■ **Aim of the exercise**: Print verbatim the opening line of the material and every subsequent line through the one containing "X ∧ a; capital".

▬▬▬▬▬▬▬▬▬▬

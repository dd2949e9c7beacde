"""Worksheet functions for the portfolio: capital, calibration, allocation, sensitivities, reinstatements, loads.

The same bridge rules as :mod:`layerwise.addin.functions` apply: arguments are
cell-shaped, every function is wrapped by
:func:`~layerwise.addin.functions.cell_function` (bad input comes back as a
text error value naming the argument, e.g.
``#VALUE! LW_PORTFOLIO(level): must lie in (0, 1), got 1.5``), tables are a
header row and one row per record, spilled from the calling cell. The
functions are registered in the same :data:`~layerwise.addin.functions.FUNCTIONS`
dict and listed by :func:`~layerwise.addin.functions.describe_functions`.

Capital standard. The portfolio (the model's ground-up annual total X) holds
assets a set by ``standard`` and ``level``: "var" (a = VaR at the probability
``level``, 0 < level < 1), "tvar" (a = TVaR at ``level``, 0 <= level < 1) or
"amount" (``level`` is the assets themselves, in currency units). It pays
X ∧ a; capital is a - premium and return on capital margin / capital.

Families. Calibration and implied parameters search one-parameter distortion
families: proportional_hazard (ph), wang, dual_power, tvar, cost_of_capital
(ccoc). ``families`` takes one or several names (a range, or a
comma-separated text); empty = all five.

Grid tolerances. As for the layer functions, a single-cell result that rests
on a grid the engine flags (see price_layers' ``warning`` column) is a
``#NUM!`` error value under ``model``; two-column tables then end with a
``warning`` row, and LW_CALIBRATION puts the warning in its ``note`` column.

Towers. Functions pricing several layers take ``attachments`` and ``limits``
and the optional ``shares``, ``basis``, ``reinstatements`` and
``agg_deductibles`` exactly as LW_TOWER does.
"""
from __future__ import annotations

import math
from contextlib import ExitStack, contextmanager

import numpy as np

from layerwise.engine.allocation import allocate_to_layers, allocate_to_units
from layerwise.engine.calibration import (
    _family, calibrate, calibrate_to_return, implied_parameter, implied_spread, price_at_target,
)
from layerwise.engine.capital import CapitalStandard, capital_layers, price_portfolio
from layerwise.engine.distortions import make_distortion
from layerwise.engine.errors import InputError
from layerwise.engine.loads import gross_premium
from layerwise.engine.layers import Layer
from layerwise.engine.models import FrequencySeverity, YearEventTable, YearLossTable
from layerwise.engine.pricing import price_layers
from layerwise.engine.reinstatements import price_with_reinstatements
from layerwise.engine.sensitivity import price_sensitivities

from . import cells, functions, handles
from .cells import CellInputError
from .functions import (
    CATEGORY, HELP, _args, _columns, _layer, _per_layer, _terms, _texts, _within_tolerance, cell_function, xl_arg, xl_func,
    xl_ret,
)

__all__ = ["FUNCTIONS", "TABLES"]

# One-line argument help texts shared by the functions below (at most 255 characters each).
CAPITAL_HELP = {
    "standard": "How the portfolio's assets are set: 'var' (VaR at level), 'tvar' (TVaR at level) or 'amount' (level is the assets).",
    "level": "Probability level for var, in (0, 1), or tvar, in [0, 1), e.g. 0.99; for amount, the assets in currency units, > 0.",
    "target_return": "Target return on capital: margin / (assets - premium), e.g. 0.12 for 12%.",
    "family": "Distortion family: proportional_hazard (ph), wang, dual_power, tvar or cost_of_capital (ccoc).",
    "families": "Distortion families, e.g. 'ph, wang' or a range of names: proportional_hazard, wang, dual_power, tvar, cost_of_capital; empty = all five.",
    "columns": "Columns to show, e.g. 'premium, capital' or a range of names; empty = all.",
    "price": "Observed market price of the layer: its premium in currency units (after share), or its rate on line when quote is 'rate_on_line'.",
    "quote": "How price is given: 'premium' (the default) or 'rate_on_line' (premium / (share x limit)).",
}
_TOWER_TAIL = ("shares", "basis", "reinstatements", "agg_deductibles")
TOWER_HELP = {  # a tower's terms, read as LW_TOWER reads them
    "attachments": "Attachment of each layer (a range), or a single number to stack the limits contiguously from it.",
    "limits": "Limit of each layer, > 0 or 'unlimited': a one-row or one-column range.",
    "shares": "Share of each layer in (0, 1]: a range, or one value for all; empty = 1.",
    "reinstatements": "Reinstatements of each per-occurrence layer: a range (empty cell = unlimited), or one value for all.",
    "agg_deductibles": "Annual aggregate deductible of each per-occurrence layer: a range, or one value for all; empty = none.",
}

_STANDARDS = {
    "var": "var", "value_at_risk": "var", "quantile": "var",
    "tvar": "tvar", "tail_value_at_risk": "tvar", "expected_shortfall": "tvar", "es": "tvar",
    "amount": "amount", "assets": "amount", "fixed": "amount",
}
_QUOTES = {
    "premium": "premium", "prem": "premium",
    "rate_on_line": "rate_on_line", "rol": "rate_on_line", "rate": "rate_on_line",
}
_MEASURES = {
    "premium": "premium", "rate_on_line": "rate_on_line", "rol": "rate_on_line", "loss_ratio": "loss_ratio",
    "margin": "margin", "return_on_capital": "return_on_capital", "roc": "return_on_capital",
}
_PORTFOLIO_ROWS = ["standard", "distortion", "assets", "expected_loss", "premium", "margin", "capital",
                   "return_on_capital", "leverage", "loss_ratio", "expected_default", "grid_error"]
_PORTFOLIO_QUANTITIES = {
    **{k: k for k in _PORTFOLIO_ROWS[2:]},
    "el": "expected_loss", "mean": "expected_loss", "roc": "return_on_capital", "default": "expected_default",
}
_REINSTATEMENT_ROWS = {  # table label -> ReinstatementPrice field
    "upfront_premium": "upfront_premium",
    "expected_reinstatement_premium": "expected_reinstatement_premium",
    "total_expected_premium": "total_expected_premium",
    "expected_loss": "expected_loss",
    "loss_ratio": "loss_ratio",
    "upfront_loss_ratio": "upfront_loss_ratio",
    "rate_on_line": "rate_on_line",
    "premium_free_reinstatements": "premium_no_reinstatement_cost",
    "reinstatements": "reinstatements",
    "monotone": "monotone",
    "method": "method",
}
_REINSTATEMENT_QUANTITIES = {  # alias -> table label
    **{k: k for k in _REINSTATEMENT_ROWS if k not in ("reinstatements", "monotone", "method")},
    "upfront": "upfront_premium", "premium": "upfront_premium",
    "expected_reinstatement": "expected_reinstatement_premium", "reinstatement": "expected_reinstatement_premium",
    "total": "total_expected_premium", "total_premium": "total_expected_premium",
    "el": "expected_loss", "rol": "rate_on_line",
    "free": "premium_free_reinstatements", "premium_no_reinstatement_cost": "premium_free_reinstatements",
}


class _NumberError(CellInputError):
    """A result too large for a number: #NUM!, under the argument that made it."""

    code = "#NUM!"


def _help(*names, **docs):
    """``_args`` with help texts from this module's CAPITAL_HELP, then the bridge's HELP, then ``docs``."""
    merged = {n: docs.get(n, CAPITAL_HELP.get(n, HELP.get(n))) for n in names}
    return _args(*names, **merged)


# =========================================================================== helpers
@contextmanager
def _engine(**renames):
    """Report the engine's InputErrors under the cell argument: ``renames`` maps engine names to cell names."""
    try:
        yield
    except CellInputError:
        raise
    except InputError as exc:
        if exc.argument in renames:
            raise CellInputError(renames[exc.argument], exc.message) from None
        raise


def _standard(standard, level) -> CapitalStandard:
    kind = cells.choice(standard, "standard", _STANDARDS)
    x = cells.number(level, "level")
    try:
        return CapitalStandard(kind, x)
    except InputError as exc:
        detail = exc.message if exc.argument == "level" else f"{exc.argument}: {exc.message}"
        raise CellInputError("standard" if exc.argument == "kind" else "level", detail) from None


def _family_names(value, argument: str = "families"):
    """Family names from a range or comma-separated text (validated); None = the default five."""
    if cells.is_empty(value):
        return None
    names = []
    for t in _texts(value, argument):
        names.extend(x.strip() for x in t.split(",") if x.strip())
    if not names:
        raise CellInputError(argument, "is empty")
    if len(names) == 1 and cells._key(names[0]) == "all":
        return None
    out = []
    for n in names:
        cls = _family(n, argument)
        if cls.family in out:
            raise CellInputError(argument, f"{cls.family} is given twice")
        out.append(cls.family)
    return out


def _distortions(value, argument: str = "distortion"):
    """One distortion, or a dict text -> distortion for a range of several (as LW_TOWER reads them)."""
    texts = _texts(value, argument)
    gs = {}
    for t in texts:
        gs.setdefault(t, handles.parse_distortion(t, argument))
    return gs if len(gs) > 1 else next(iter(gs.values()))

▬▬▬▬▬▬▬▬▬▬

■ **Solution for this task**:
repository dd2949e9c7beacde
"""Worksheet functions for the portfolio: capital, calibration, allocation, sensitivities, reinstatements, loads.

The same bridge rules as :mod:`layerwise.addin.functions` apply: arguments are
cell-shaped, every function is wrapped by
:func:`~layerwise.addin.functions.cell_function` (bad input comes back as a
text error value naming the argument, e.g.
``#VALUE! LW_PORTFOLIO(level): must lie in (0, 1), got 1.5``), tables are a
header row and one row per record, spilled from the calling cell. The
functions are registered in the same :data:`~layerwise.addin.functions.FUNCTIONS`
dict and listed by :func:`~layerwise.addin.functions.describe_functions`.

Capital standard. The portfolio (the model's ground-up annual total X) holds
assets a set by ``standard`` and ``level``: "var" (a = VaR at the probability
``level``, 0 < level < 1), "tvar" (a = TVaR at ``level``, 0 <= level < 1) or
"amount" (``level`` is the assets themselves, in currency units). It pays
X ∧ a; capital is a - premium and return on capital margin / capital.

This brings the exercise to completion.